Con todo, "drow down" no es sólo de computación, sino que más genéricamente de resolución de problemas. También existe "draw up".


----------



## Fernando

Yo lo he visto como la posibilidad de hacer un desglose de información haciendo un "click" en un dato agregado, lo que entiendo que sería compatible con la interpretación general que se ha dado más arriba (rayb). Así que sería "navegación" o, en mi acepción particular, "desglose".


----------



## cuchuflete

Ofrezco una posibilidad: desagrupación. Pongo unas definiciones en inglés por si acaso...



> Drill Down refers to the process of *disaggregating* summary results along some dimension. Disaggregation might be to an intermediate level or to an atomic level, the finest level recorded for the dimension. Drilling "through the floor" to the entity level refers to finding the entities that were summarized in a cell at the atomic level.
> www.peaksoftware.com/glossary/





> (v) In information technology, to move from summary information to detailed data by *focusing in *on something.

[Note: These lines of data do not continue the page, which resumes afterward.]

import { createRequire } from "node:module";
import type * as OpenChemLib from "openchemlib";
import { describe, expect, test } from "vitest";
import { loadToolkit } from "../../src/structure/loadToolkit.ts";
import { type Molecule, mirrorImage } from "../../src/structure/Molecule.ts";
import { randomRings } from "../generators/randomRings.ts";

/**
 * CIP descriptors of this program beside those of OpenChemLib, atom by atom. OpenChemLib gives no r and s and leaves
 * centres open that hang on them, so the two may differ for a few reasons only; each reason is checked, and a
 * difference without one fails.
 *
 * source: OpenChemLib 9.25.0 (npm `openchemlib`, BSD), a general-purpose library with a labeller of its own; IUPAC
 * Recommendations 2013, from memory, P-92.1.4 (rules 1 to 5, each used only where the ones before it do not decide) and P-92.1.4.3
 * (rule 2, isotopes); Prelog and Helmchen, Angew. Chem. Int. Ed. Engl. 1982, 21, 567 (r and s keep on reflection, R and S
 * change).
 */
const library = createRequire(import.meta.url)("openchemlib") as typeof OpenChemLib;
const toolkit = await loadToolkit();

type Label = "R" | "S" | "r" | "s" | "none";
interface Centre {
  readonly where: string;
  readonly atom: number;
  readonly ours: Label;
  readonly oursMirrored: Label;
  readonly theirs: Label;
  /** Their label in the mirror image; asked for a few centres only. */
  theirsMirrored(): Label;
  /** Two of the neighbours are equal as long as no configuration counts, so that rules 1 and 2 cannot decide. */
  tied(): boolean;
}

const CENTRES = randomRings({ seed: 501, count: 560 }).flatMap(({ smiles }) => centresOf(smiles));
const labelled = CENTRES.filter(({ ours, theirs }) => ours !== "none" || theirs !== "none");
const same = labelled.filter(({ ours, theirs }) => ours === theirs);
const different = labelled.filter(({ ours, theirs }) => ours !== theirs);
const places = (list: readonly Centre[]) =>
  list.map(({ where, ours, theirs }) => `${where} ${ours}/${theirs}`);

describe(`CIP descriptors at ${labelled.length} centres of 560 drawn molecules (source: OpenChemLib 9.25.0; IUPAC 2013, P-92.1.4)`, () => {
  test(`are the same at ${same.length} centres, and wherever constitution alone decides`, () => {
    expect(same.length).toBeGreaterThan(2000);
    expect(places(different.filter(({ tied }) => !tied()))).toEqual([]);
  });

  const silent = different.filter(({ theirs }) => theirs === "none");
  const pseudoasymmetric = silent.filter(({ ours }) => ours === "r" || ours === "s");
  test(`are r or s at ${pseudoasymmetric.length} centres and rest on others at ${silent.length - pseudoasymmetric.length}, where OpenChemLib gives none`, () => {
    expect(pseudoasymmetric.length).toBeGreaterThan(0);
    expect(places(silent.filter(({ tied }) => !tied()))).toEqual([]);
  });

  const other = different.filter(({ theirs }) => theirs !== "none");
  test(`differ at ${other.length} centres, where OpenChemLib gives one letter to both mirror images and so has used rule 5 for R or S`, () => {
    expect(places(other.filter((centre) => centre.ours === "none"))).toEqual([]);
    expect(
      places(other.filter((centre) => !centre.tied() || centre.theirs !== centre.theirsMirrored())),
    ).toEqual([]);
    expect(other.length).toBeLessThan(labelled.length / 200);
  });

  test("change from R to S on reflection, and stay r or s", () => {
    const reflected: Record<Label, Label> = { R: "S", S: "R", r: "r", s: "s", none: "none" };
    expect(places(CENTRES.filter(({ ours, oursMirrored }) => oursMirrored !== reflected[ours]))).toEqual([]);
  });
});

/**
 * Spiro atoms whose two tied branches deuterium tells apart. Rule 1 ranks the other two above both: a branch that
 * reaches oxygen, or a fork, where the tied ones have CH2. Seen from the side away from the lowest branch, the rest run:
 */
const RANKED_BY_HAND: Readonly<Record<string, Label>> = {
  // O > C9 (reaches OCH2) > CHD > C3; from C3, "@@" puts C9, O, CHD clockwise, so O, C9, CHD from the other side are too.
  "C1CCC[C@@]2(OCCCC2)[C@H]1[2H] atom 4": "R",
  // C9 (next to the fork) > C1 > C3 (next to CHD) > C8; "@" puts C8, C3, C9 counter-clockwise from C1.
  "C1C[C@]2(C[C@@H]([2H])CCC2)C[C@H]1[C@H](O)c1ccccc1 atom 2": "S",
};
const isotopic = [
  ...Object.keys(RANKED_BY_HAND).map((where) => where.replace(/ atom .*/, "")),
  ...randomRings({ seed: 503, count: 160, isotopes: true, groups: [0, 3] }).map(({ smiles }) => smiles),
];
const carbon = isotopic.filter((smiles) => smiles.includes("13C"));
const deuterated = isotopic.filter((smiles) => smiles.includes("2H"));

describe("An isotope", () => {
  test(`changes no descriptor that rule 1 has settled, in ${carbon.length} molecules with carbon-13 (source: OpenChemLib 9.25.0 on the same molecules without it; IUPAC 2013, P-92.1.4.3)`, () => {
    let settled = 0;
    for (const smiles of carbon) {
      const labels = new Map(centresOf(smiles).map(({ ours }, atom) => [atom, ours]));
      centresOf(smiles.replaceAll("13C", "C")).forEach(({ theirs, tied }, atom) => {
        if (theirs === "none" || tied()) return;
        settled += 1;
        expect(labels.get(atom), `${smiles} atom ${atom}`).toBe(theirs);
      });
    }
    expect(settled).toBeGreaterThan(200);
  });

  const centres = deuterated.flatMap((smiles) => centresOf(smiles).map((centre) => ({ ...centre, smiles })));
  const alike = centres.filter(({ ours, theirs }) => ours !== "none" && ours === theirs);
  const apart = centres.filter(({ ours, theirs, tied }) => ours !== theirs && !tied());
  test(`of hydrogen leaves ${alike.length} centres alike in ${deuterated.length} molecules; at ${apart.length} OpenChemLib weighs it before rule 1 is done (source: OpenChemLib 9.25.0; IUPAC 2013, P-92.1.4.3)`, () => {
    expect(alike.length).toBeGreaterThan(250);
    // Rule 1 has settled a centre that keeps its descriptor when the isotope becomes plain hydrogen.
    const unsettled = apart.filter(({ smiles, atom, ours }) => {
      const molecule = read(smiles);
      const natural = { ...molecule, atoms: molecule.atoms.map((entry) => ({ ...entry, isotope: 0 })) };
      return toolkit.descriptors(natural).atoms.get(atom) !== ours;
    });
    expect(Object.fromEntries(unsettled.map(({ where, ours }) => [where, ours]))).toEqual(RANKED_BY_HAND);
  });
});

function read(smiles: string): Molecule {
  const answer = toolkit.read(smiles);
  if (!answer.ok) throw new Error(`${smiles}: ${answer.reason}`);
  return answer.molecule;
}

/** Every atom with both readings of it, in the order of the SMILES. */
function centresOf(smiles: string): Centre[] {
  const molecule = read(smiles);
  const ours = toolkit.descriptors(molecule).atoms;
  const oursMirrored = toolkit.descriptors(mirrorImage(molecule)).atoms;
  const theirs = theirLabels(smiles);
  const theirsMirrored = once(() =>
    theirLabels(smiles.replace(/@+/g, (mark) => (mark === "@" ? "@@" : "@"))),
  );
  const plain = once(() => {
    const unmarked = library.Molecule.fromSmiles(smiles.replaceAll("@", ""), { noCoordinates: true });
    unmarked.ensureHelperArrays(library.Molecule.cHelperSymmetrySimple);
    return unmarked;
  });
  expect(theirs.map(({ element }) => element)).toEqual(
    molecule.atoms.map(({ atomicNumber }) => atomicNumber),
  );
  return molecule.atoms.map(({ index, neighbours }) => ({
    where: `${smiles} atom ${index}`,
    atom: index,
    ours: (ours.get(index) ?? "none") as Label,
    oursMirrored: (oursMirrored.get(index) ?? "none") as Label,
    theirs: theirs[index]!.label,
    theirsMirrored: () => theirsMirrored()[index]!.label,
    tied: () => new Set(neighbours.map((next) => plain().getSymmetryRank(next))).size < neighbours.length,
  }));
}

function once<T>(make: () => T): () => T {
  let made: { readonly value: T } | undefined;
  return () => {
    made ??= { value: make() };
    return made.value;
  };
}

function theirLabels(smiles: string): { element: number; label: Label }[] {
  const { Molecule: Theirs } = library;
  const molecule = Theirs.fromSmiles(smiles, { noCoordinates: true });
  molecule.ensureHelperArrays(Theirs.cHelperCIP);
  // Plain hydrogens written as atoms would come last there; none are drawn.
  return Array.from({ length: molecule.getAtoms() }, (_, atom) => {
    const parity = molecule.getAtomCIPParity(atom);
    const known = parity === Theirs.cAtomCIPParityRorM || parity === Theirs.cAtomCIPParitySorP;
    const label = known ? (parity === Theirs.cAtomCIPParityRorM ? "R" : "S") : "none";
    return { element: molecule.getAtomicNo(atom), label };
  });
}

To drill down through a series of folders, for example, on a desktop means to go through the hierarchy of folders to find a specific file or to click through drop-down menus in a GUI. To drill down through a database is to access information by starting with a general category and moving through the hierarchy of field to file to record.
> www.angelfire.com/anime3/internet/data.htm





> A method of exploring multidimensional data by moving from one level of detail to the next. Drill down levels depend on the granularity of the data in the cube.
> planning.ucsc.edu/irps/dwh/DWHGLOSS.HTM



y uno en francés...



> [*]Il permet dans un système multidimensionnel, de "zoomer" la présentation d'une donnée synthétique afin de visualiser le détail. (Intégré dans le modèle OLAP) E
> www.nodesway.com/references/lexique.htm


----------



## rayb

cuchuflete said:
			
		

> Ofrezco una posibilidad: desagrupación. Pongo unas definiciones en inglés por si acaso...
> 
> 
> 
> 
> 
> 
> 
> y uno en francés...


 
Gracias Cuchu. Considero que estas y otras definiciones dejan más que claro que "drill down" consiste en desagregar o desglozar un problema o una base de datos. Innumerables softwares, actualmente en el mercado, incluyen la función "drill down", utilizando por lo demás su denominación en inglés. Los manuales respectivos definen dicha función describiendo la metodología utilizada para navegar hacia abajo. Básicamente, la navegación se realiza ya sea descendiendo en el nivel jerárquico de las carpetas que contienen los datos o en las coordenadas multidimensionales de los mismos, o bien rastreando marcadores ("tags") ngresados ex profeso.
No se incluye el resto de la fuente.